**What to work on**:
Each record must be printed again exactly as given.

**Given information**:

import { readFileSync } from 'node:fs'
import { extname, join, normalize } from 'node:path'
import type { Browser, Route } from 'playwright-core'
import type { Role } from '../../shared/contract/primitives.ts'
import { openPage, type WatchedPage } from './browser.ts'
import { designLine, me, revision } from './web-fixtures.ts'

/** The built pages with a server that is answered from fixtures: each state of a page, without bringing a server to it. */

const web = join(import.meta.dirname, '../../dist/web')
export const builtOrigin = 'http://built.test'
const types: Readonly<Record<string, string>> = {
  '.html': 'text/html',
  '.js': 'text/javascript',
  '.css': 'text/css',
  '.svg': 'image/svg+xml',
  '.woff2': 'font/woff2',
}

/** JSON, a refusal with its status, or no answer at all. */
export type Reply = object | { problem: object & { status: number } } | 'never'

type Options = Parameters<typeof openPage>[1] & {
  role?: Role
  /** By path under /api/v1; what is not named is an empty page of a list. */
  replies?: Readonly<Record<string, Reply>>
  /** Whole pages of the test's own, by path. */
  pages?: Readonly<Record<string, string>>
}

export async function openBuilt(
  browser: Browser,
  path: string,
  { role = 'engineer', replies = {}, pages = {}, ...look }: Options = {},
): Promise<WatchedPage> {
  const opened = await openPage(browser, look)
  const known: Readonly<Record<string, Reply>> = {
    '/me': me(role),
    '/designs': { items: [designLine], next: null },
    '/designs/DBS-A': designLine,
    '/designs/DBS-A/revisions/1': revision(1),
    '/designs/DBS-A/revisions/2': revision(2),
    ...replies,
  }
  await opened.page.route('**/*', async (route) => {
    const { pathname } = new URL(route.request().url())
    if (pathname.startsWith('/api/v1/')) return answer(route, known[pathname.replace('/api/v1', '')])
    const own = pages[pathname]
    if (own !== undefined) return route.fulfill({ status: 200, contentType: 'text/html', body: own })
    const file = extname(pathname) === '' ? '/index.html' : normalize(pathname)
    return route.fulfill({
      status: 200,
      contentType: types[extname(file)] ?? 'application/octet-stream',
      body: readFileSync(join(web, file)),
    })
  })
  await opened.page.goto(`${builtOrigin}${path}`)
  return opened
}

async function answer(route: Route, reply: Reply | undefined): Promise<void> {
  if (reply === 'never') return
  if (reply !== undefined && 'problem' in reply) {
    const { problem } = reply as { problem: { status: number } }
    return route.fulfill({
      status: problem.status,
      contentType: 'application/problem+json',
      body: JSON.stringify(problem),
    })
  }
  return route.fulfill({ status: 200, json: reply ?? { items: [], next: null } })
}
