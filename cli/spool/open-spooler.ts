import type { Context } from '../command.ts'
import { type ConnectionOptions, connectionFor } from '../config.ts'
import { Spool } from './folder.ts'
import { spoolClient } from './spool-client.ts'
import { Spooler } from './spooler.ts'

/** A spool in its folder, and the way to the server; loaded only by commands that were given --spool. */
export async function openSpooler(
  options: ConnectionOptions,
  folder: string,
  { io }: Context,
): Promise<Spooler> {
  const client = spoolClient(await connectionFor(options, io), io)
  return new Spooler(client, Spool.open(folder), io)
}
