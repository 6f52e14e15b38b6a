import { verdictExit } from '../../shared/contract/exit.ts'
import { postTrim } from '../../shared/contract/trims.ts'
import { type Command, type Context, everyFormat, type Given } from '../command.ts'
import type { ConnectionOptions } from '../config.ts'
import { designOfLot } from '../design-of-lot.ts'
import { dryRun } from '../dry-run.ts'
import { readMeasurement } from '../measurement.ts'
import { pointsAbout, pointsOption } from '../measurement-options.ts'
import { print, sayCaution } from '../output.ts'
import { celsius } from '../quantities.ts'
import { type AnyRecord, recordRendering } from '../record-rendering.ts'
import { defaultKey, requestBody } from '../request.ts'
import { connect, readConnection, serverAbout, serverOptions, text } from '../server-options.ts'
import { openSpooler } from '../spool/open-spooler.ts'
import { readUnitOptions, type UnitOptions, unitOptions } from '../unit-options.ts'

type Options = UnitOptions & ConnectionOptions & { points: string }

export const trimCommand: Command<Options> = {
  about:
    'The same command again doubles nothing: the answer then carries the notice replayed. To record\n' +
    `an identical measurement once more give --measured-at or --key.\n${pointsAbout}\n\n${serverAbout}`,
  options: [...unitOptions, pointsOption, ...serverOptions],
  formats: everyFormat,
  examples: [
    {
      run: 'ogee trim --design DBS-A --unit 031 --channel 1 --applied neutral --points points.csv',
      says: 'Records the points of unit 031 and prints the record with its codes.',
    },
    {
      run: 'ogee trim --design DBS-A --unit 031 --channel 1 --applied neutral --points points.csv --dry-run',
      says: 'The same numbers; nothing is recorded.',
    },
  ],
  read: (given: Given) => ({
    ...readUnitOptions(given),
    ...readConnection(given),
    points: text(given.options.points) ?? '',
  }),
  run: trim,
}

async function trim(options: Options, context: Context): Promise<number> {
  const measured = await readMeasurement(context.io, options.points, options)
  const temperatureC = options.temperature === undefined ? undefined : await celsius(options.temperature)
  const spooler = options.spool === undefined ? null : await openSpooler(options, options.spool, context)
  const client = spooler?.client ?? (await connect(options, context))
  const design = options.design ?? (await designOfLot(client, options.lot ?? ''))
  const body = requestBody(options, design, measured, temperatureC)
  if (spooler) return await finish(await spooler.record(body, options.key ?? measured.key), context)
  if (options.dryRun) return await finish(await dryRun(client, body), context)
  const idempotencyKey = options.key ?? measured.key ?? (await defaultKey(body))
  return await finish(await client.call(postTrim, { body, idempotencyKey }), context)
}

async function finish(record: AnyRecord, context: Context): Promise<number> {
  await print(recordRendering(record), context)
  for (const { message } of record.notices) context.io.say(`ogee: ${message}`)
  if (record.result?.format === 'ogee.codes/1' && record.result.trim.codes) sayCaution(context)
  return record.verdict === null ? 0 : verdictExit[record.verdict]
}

**Answer section**:
import { readFileSync } from 'node:fs'
import { extname, join, normalize } from 'node:path'
import type { Browser, Route } from 'playwright-core'
import type { Role } from '../../shared/contract/primitives.ts'
import { openPage, type WatchedPage } from './browser.ts'
import { designLine, me, revision } from './web-fixtures.ts'

/** The built pages with a server that is answered from fixtures: each state of a page, without bringing a server to it. */

const web = join(import.meta.dirname, '../../dist/web')
export const builtOrigin = 'http://built.test'
const types: Readonly<Record<string, string>> = {
  '.html': 'text/html',
  '.js': 'text/javascript',
  '.css': 'text/css',
  '.svg': 'image/svg+xml',
  '.woff2': 'font/woff2',
}

/** JSON, a refusal with its status, or no answer at all. */
export type Reply = object | { problem: object & { status: number } } | 'never'

type Options = Parameters<typeof openPage>[1] & {
  role?: Role
  /** By path under /api/v1; what is not named is an empty page of a list. */
  replies?: Readonly<Record<string, Reply>>
  /** Whole pages of the test's own, by path. */
  pages?: Readonly<Record<string, string>>
}

export async function openBuilt(
  browser: Browser,
  path: string,
  { role = 'engineer', replies = {}, pages = {}, ...look }: Options = {},
): Promise<WatchedPage> {
  const opened = await openPage(browser, look)
  const known: Readonly<Record<string, Reply>> = {
    '/me': me(role),
    '/designs': { items: [designLine], next: null },
    '/designs/DBS-A': designLine,
    '/designs/DBS-A/revisions/1': revision(1),
    '/designs/DBS-A/revisions/2': revision(2),
    ...replies,
  }
  await opened.page.route('**/*', async (route) => {
    const { pathname } = new URL(route.request().url())
    if (pathname.startsWith('/api/v1/')) return answer(route, known[pathname.replace('/api/v1', '')])
    const own = pages[pathname]
    if (own !== undefined) return route.fulfill({ status: 200, contentType: 'text/html', body: own })
    const file = extname(pathname) === '' ? '/index.html' : normalize(pathname)
    return route.fulfill({
      status: 200,
      contentType: types[extname(file)] ?? 'application/octet-stream',
      body: readFileSync(join(web, file)),
    })
  })
  await opened.page.goto(`${builtOrigin}${path}`)
  return opened
}

async function answer(route: Route, reply: Reply | undefined): Promise<void> {
  if (reply === 'never') return
  if (reply !== undefined && 'problem' in reply) {
    const { problem } = reply as { problem: { status: number } }
    return route.fulfill({
      status: problem.status,
      contentType: 'application/problem+json',
      body: JSON.stringify(problem),
    })
  }
  return route.fulfill({ status: 200, json: reply ?? { items: [], next: null } })
}
filename cli/spool/open-spooler.ts
import type { Context } from '../command.ts'
import { type ConnectionOptions, connectionFor } from '../config.ts'
import { Spool } from './folder.ts'
import { spoolClient } from './spool-client.ts'
import { Spooler } from './spooler.ts'

/** A spool in its folder, and the way to the server; loaded only by commands that were given --spool. */
export async function openSpooler(
  options: ConnectionOptions,
  folder: string,
  { io }: Context,
): Promise<Spooler> {
  const client = spoolClient(await connectionFor(options, io), io)
  return new Spooler(client, Spool.open(folder), io)
}
repository 6f52e14e15b38b6a
import { verdictExit } from '../../shared/contract/exit.ts'
import { postTrim } from '../../shared/contract/trims.ts'
import { type Command, type Context, everyFormat, type Given } from '../command.ts'
import type { ConnectionOptions } from '../config.ts'
import { designOfLot } from '../design-of-lot.ts'
import { dryRun } from '../dry-run.ts'
import { readMeasurement } from '../measurement.ts'
import { pointsAbout, pointsOption } from '../measurement-options.ts'
import { print, sayCaution } from '../output.ts'
import { celsius } from '../quantities.ts'
import { type AnyRecord, recordRendering } from '../record-rendering.ts'
import { defaultKey, requestBody } from '../request.ts'
import { connect, readConnection, serverAbout, serverOptions, text } from '../server-options.ts'
import { openSpooler } from '../spool/open-spooler.ts'
import { readUnitOptions, type UnitOptions, unitOptions } from '../unit-options.ts'

type Options = UnitOptions & ConnectionOptions & { points: string }

export const trimCommand: Command<Options> = {
  about:
    'The same command again doubles nothing: the answer then carries the notice replayed. To record\n' +
    `an identical measurement once more give --measured-at or --key.\n${pointsAbout}\n\n${serverAbout}`,
  options: [...unitOptions, pointsOption, ...serverOptions],
  formats: everyFormat,
  examples: [
    {
      run: 'ogee trim --design DBS-A --unit 031 --channel 1 --applied neutral --points points.csv',
      says: 'Records the points of unit 031 and prints the record with its codes.',
    },
    {
      run: 'ogee trim --design DBS-A --unit 031 --channel 1 --applied neutral --points points.csv --dry-run',
      says: 'The same numbers; nothing is recorded.',
    },
  ],
  read: (given: Given) => ({
    ...readUnitOptions(given),
    ...readConnection(given),
    points: text(given.options.points) ?? '',
  }),
  run: trim,
}

async function trim(options: Options, context: Context): Promise<number> {
  const measured = await readMeasurement(context.io, options.points, options)
  const temperatureC = options.temperature === undefined ? undefined : await celsius(options.temperature)
  const spooler = options.spool === undefined ? null : await openSpooler(options, options.spool, context)
  const client = spooler?.client ?? (await connect(options, context))
  const design = options.design ?? (await designOfLot(client, options.lot ?? ''))
  const body = requestBody(options, design, measured, temperatureC)
  if (spooler) return await finish(await spooler.record(body, options.key ?? measured.key), context)
  if (options.dryRun) return await finish(await dryRun(client, body), context)
  const idempotencyKey = options.key ?? measured.key ?? (await defaultKey(body))
  return await finish(await client.call(postTrim, { body, idempotencyKey }), context)
}

async function finish(record: AnyRecord, context: Context): Promise<number> {
  await print(recordRendering(record), context)
  for (const { message } of record.notices) context.io.say(`ogee: ${message}`)
  if (record.result?.format === 'ogee.codes/1' && record.result.trim.codes) sayCaution(context)
  return record.verdict === null ? 0 : verdictExit[record.verdict]
}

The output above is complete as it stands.